• WORK TO BE COMPLETED
Below is a set of entries; copy all of them exactly.

[Records from a dataset]

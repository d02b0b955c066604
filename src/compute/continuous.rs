//! Continuous tide between gauges: two [`TideModel`]s that carry the tide smoothly across the
//! survey area from a co-tidal [`Field`] (gauges with harmonic constants and virtual gauges),
//! instead of stepping it at zone edges.
//!
//! **Weights.** A place takes two sets of weights: `w_i` over the field's stations (every
//! station, virtual ones too: [`Field::weights_into`]) and `β_g` over the gauges with records
//! (the Delaunay triangulation of those alone, the same rule outside its hull; one gauge takes
//! weight 1, two the projection on their segment). `w` carries the constants, `β` the observed
//! levels, which only the gauges have.
//!
//! **Corrector fields** ([`ContinuousMode::CorrectorField`]). From each gauge `g`, the place's
//! time corrector and range ratio relative to `g` come from the field's dominant constituent
//! there (`compute::cotidal`: `Δt_g = (G(x) − G_g)/ω`, `R_g = (H(x) + H'(x))/(H_g + H'_g)` of
//! the species' two main constituents, the field's complex interpolation of both), and the
//! tide is the blend `Σ β_g [Z0(x) + R_g (h_g(t − Δt_g) − Z0_g)]`: every gauge's record carried
//! to the place by its own correctors, the records blended by distance.
//!
//! **Astronomical + residual** ([`ContinuousMode::AstronomicalResidual`]). The prediction from
//! the place's interpolated constants, plus the gauges' observed non-tidal residuals blended:
//! `Σ w_i P_i(t) + Σ β_g (h_g(t) − P_g(t))`. The complex interpolation is linear in the
//! weights and every station shares the nodal factors, so the place's prediction *is* the
//! weighted sum of the stations' predictions `P_i` (no per-sounding harmonic sum): those are
//! tabulated once on a one-minute grid ([`StationPredictions`]) and interpolated linearly
//! (error below `ω²A·Δt²/8` ≈ 0.02 mm for M2 of 1.5 m). At a gauge with no virtual station
//! near (`w = β`) the tide is the gauge's observed level exactly.
//!
//! **Uncertainty** (GUM, first order; the five components of the discrete budget, in its
//! order, so that every column, report and file keeps its meaning):
//! - *gauge*: `Σ (β_g R_g)² u²_level,g` — each record's sensor, interpolation and fill terms
//!   ([`level_terms`]), independent between gauges (`R_g = 1` in the astronomical mode);
//! - *datum*: `Σ max(w_g, β_g R_g)² u²_datum,g` — the gauges' datum connections, independent.
//!   A datum error moves a gauge's record (coefficient `β_g R_g`) and, when its constants were
//!   analysed from that record, its station's mean level as well, the record's own part then
//!   cancelling (coefficient `w_g`): the larger of the two covers either case. A virtual
//!   station's mean level is taken as tied to chart datum through the gauges: its own datum
//!   uncertainty is not added;
//! - *range* and *timing*: each station's constants carry a relative amplitude error `ε_i`
//!   (standard `u_station_range_ratio`, every constituent scaled) and a time error `τ_i`
//!   (standard `u_station_time_min`, every phase moved by its speed times `τ_i`),
//!   independent between stations. In the corrector mode station `i` moves the place's
//!   phasors `D(x) = Σ w_j D_j`, `P(x)` of the dominant constituent and its partner, hence
//!   every range ratio `R_g = A(x)/A_g` and time corrector `Δt_g = (G(x) − G_g)/ω`, and its
//!   own gauge's `A_g`, `G_g`. The tide's sensitivities are taken exactly to first order with
//!   the complex products `c_i = w_i D_i · conj(D(x))`: `∂A(x)/∂ε_i = Re c_i/|D| (+ partner)`,
//!   `∂G(x)/∂ε_i = −Im c_i/|D|²`, `∂G(x)/∂τ_i = ω Re c_i/|D|²`, `∂A(x)/∂τ_i = ω Im c_i/|D|
//!   (+ partner, its own speed)`; with `T = Σ β_g R_g η_g` (`η_g = h_g − Z0_g`, the level's
//!   tide-varying part) and `Ṫ = Σ β_g R_g ḣ_g`, the coefficient of `ε_i` is
//!   `T ∂ln A/∂ε_i − [i is gauge g] β_g R_g η_g − Ṫ ∂Δt/∂ε_i` and that of `τ_i` likewise.
//!   Both vanish at a gauge standing alone. In the astronomical mode a station's prediction
//!   error enters with `w_i − β_i` (a gauge's own cancels in its residual):
//!   `(w_i − β_i)(P_i − Z0_i) ε_i` and `(w_i − β_i) Ṗ_i τ_i`. Checked against a Monte Carlo
//!   of the stations' errors (GUM Supplement 1) in this module's tests. The discrete budget's
//!   second-order timing term is left out;
//! - *zone* (here: the field's departure from linear): the interpolation variance of a field
//!   whose departure from the linear one has a linear variogram `γ(h) = c·h`, with the
//!   place's weights: `σ² = 2 Σ w_i γ(d_i) − Σ Σ w_i w_j γ(d_ij)` (the kriging variance of
//!   given weights, common practice in geostatistics). `c = 2 u²_field / L` so that the
//!   midpoint of two stations `L = field_scale_m` apart has `σ = u_field_m`; zero at a
//!   station, growing with the distance to the stations, and outside the hull with the
//!   distance beyond it.
//!
//! The zoning still bounds the survey area and names the reporting units: a sounding outside
//! every zone is `outside_zoning`, and the zone it lies in is its reporting zone; the zones'
//! correctors are not used.

use super::cotidal::{dominant, segment_weights, weight_of, Dominant, Field, Station};
use super::harmonic::{predict_grid, HarmonicConstants};
use super::locate::ZoneLocator;
use super::reduce::{Query, Scratch, TideModel, TideOutcome, TideU};
use super::series::TimeInterpolation;
use super::uncertainty::{level_terms, GaugeSlopes, GaugeUncertainty, TideBudget};
use super::zoning::{FeedState, Gauge, NoZoneTide};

• PROBLEM SOLUTION
repository d02b0b955c066604
filename src/compute/continuous.rs
//! Continuous tide between gauges: two [`TideModel`]s that carry the tide smoothly across the
//! survey area from a co-tidal [`Field`] (gauges with harmonic constants and virtual gauges),
//! instead of stepping it at zone edges.
//!
//! **Weights.** A place takes two sets of weights: `w_i` over the field's stations (every
//! station, virtual ones too: [`Field::weights_into`]) and `β_g` over the gauges with records
//! (the Delaunay triangulation of those alone, the same rule outside its hull; one gauge takes
//! weight 1, two the projection on their segment). `w` carries the constants, `β` the observed
//! levels, which only the gauges have.
//!
//! **Corrector fields** ([`ContinuousMode::CorrectorField`]). From each gauge `g`, the place's
//! time corrector and range ratio relative to `g` come from the field's dominant constituent
//! there (`compute::cotidal`: `Δt_g = (G(x) − G_g)/ω`, `R_g = (H(x) + H'(x))/(H_g + H'_g)` of
//! the species' two main constituents, the field's complex interpolation of both), and the
//! tide is the blend `Σ β_g [Z0(x) + R_g (h_g(t − Δt_g) − Z0_g)]`: every gauge's record carried
//! to the place by its own correctors, the records blended by distance.
//!
//! **Astronomical + residual** ([`ContinuousMode::AstronomicalResidual`]). The prediction from
//! the place's interpolated constants, plus the gauges' observed non-tidal residuals blended:
//! `Σ w_i P_i(t) + Σ β_g (h_g(t) − P_g(t))`. The complex interpolation is linear in the
//! weights and every station shares the nodal factors, so the place's prediction *is* the
//! weighted sum of the stations' predictions `P_i` (no per-sounding harmonic sum): those are
//! tabulated once on a one-minute grid ([`StationPredictions`]) and interpolated linearly
//! (error below `ω²A·Δt²/8` ≈ 0.02 mm for M2 of 1.5 m). At a gauge with no virtual station
//! near (`w = β`) the tide is the gauge's observed level exactly.
//!
//! **Uncertainty** (GUM, first order; the five components of the discrete budget, in its
//! order, so that every column, report and file keeps its meaning):
//! - *gauge*: `Σ (β_g R_g)² u²_level,g` — each record's sensor, interpolation and fill terms
//!   ([`level_terms`]), independent between gauges (`R_g = 1` in the astronomical mode);
//! - *datum*: `Σ max(w_g, β_g R_g)² u²_datum,g` — the gauges' datum connections, independent.
//!   A datum error moves a gauge's record (coefficient `β_g R_g`) and, when its constants were
//!   analysed from that record, its station's mean level as well, the record's own part then
//!   cancelling (coefficient `w_g`): the larger of the two covers either case. A virtual
//!   station's mean level is taken as tied to chart datum through the gauges: its own datum
//!   uncertainty is not added;
//! - *range* and *timing*: each station's constants carry a relative amplitude error `ε_i`
//!   (standard `u_station_range_ratio`, every constituent scaled) and a time error `τ_i`
//!   (standard `u_station_time_min`, every phase moved by its speed times `τ_i`),
//!   independent between stations. In the corrector mode station `i` moves the place's
//!   phasors `D(x) = Σ w_j D_j`, `P(x)` of the dominant constituent and its partner, hence
//!   every range ratio `R_g = A(x)/A_g` and time corrector `Δt_g = (G(x) − G_g)/ω`, and its
//!   own gauge's `A_g`, `G_g`. The tide's sensitivities are taken exactly to first order with
//!   the complex products `c_i = w_i D_i · conj(D(x))`: `∂A(x)/∂ε_i = Re c_i/|D| (+ partner)`,
//!   `∂G(x)/∂ε_i = −Im c_i/|D|²`, `∂G(x)/∂τ_i = ω Re c_i/|D|²`, `∂A(x)/∂τ_i = ω Im c_i/|D|
//!   (+ partner, its own speed)`; with `T = Σ β_g R_g η_g` (`η_g = h_g − Z0_g`, the level's
//!   tide-varying part) and `Ṫ = Σ β_g R_g ḣ_g`, the coefficient of `ε_i` is
//!   `T ∂ln A/∂ε_i − [i is gauge g] β_g R_g η_g − Ṫ ∂Δt/∂ε_i` and that of `τ_i` likewise.
//!   Both vanish at a gauge standing alone. In the astronomical mode a station's prediction
//!   error enters with `w_i − β_i` (a gauge's own cancels in its residual):
//!   `(w_i − β_i)(P_i − Z0_i) ε_i` and `(w_i − β_i) Ṗ_i τ_i`. Checked against a Monte Carlo
//!   of the stations' errors (GUM Supplement 1) in this module's tests. The discrete budget's
//!   second-order timing term is left out;
//! - *zone* (here: the field's departure from linear): the interpolation variance of a field
//!   whose departure from the linear one has a linear variogram `γ(h) = c·h`, with the
//!   place's weights: `σ² = 2 Σ w_i γ(d_i) − Σ Σ w_i w_j γ(d_ij)` (the kriging variance of
//!   given weights, common practice in geostatistics). `c = 2 u²_field / L` so that the
//!   midpoint of two stations `L = field_scale_m` apart has `σ = u_field_m`; zero at a
//!   station, growing with the distance to the stations, and outside the hull with the
//!   distance beyond it.
//!
//! The zoning still bounds the survey area and names the reporting units: a sounding outside
//! every zone is `outside_zoning`, and the zone it lies in is its reporting zone; the zones'
//! correctors are not used.

use super::cotidal::{dominant, segment_weights, weight_of, Dominant, Field, Station};
use super::harmonic::{predict_grid, HarmonicConstants};
use super::locate::ZoneLocator;
use super::reduce::{Query, Scratch, TideModel, TideOutcome, TideU};
use super::series::TimeInterpolation;
use super::uncertainty::{level_terms, GaugeSlopes, GaugeUncertainty, TideBudget};
use super::zoning::{FeedState, Gauge, NoZoneTide};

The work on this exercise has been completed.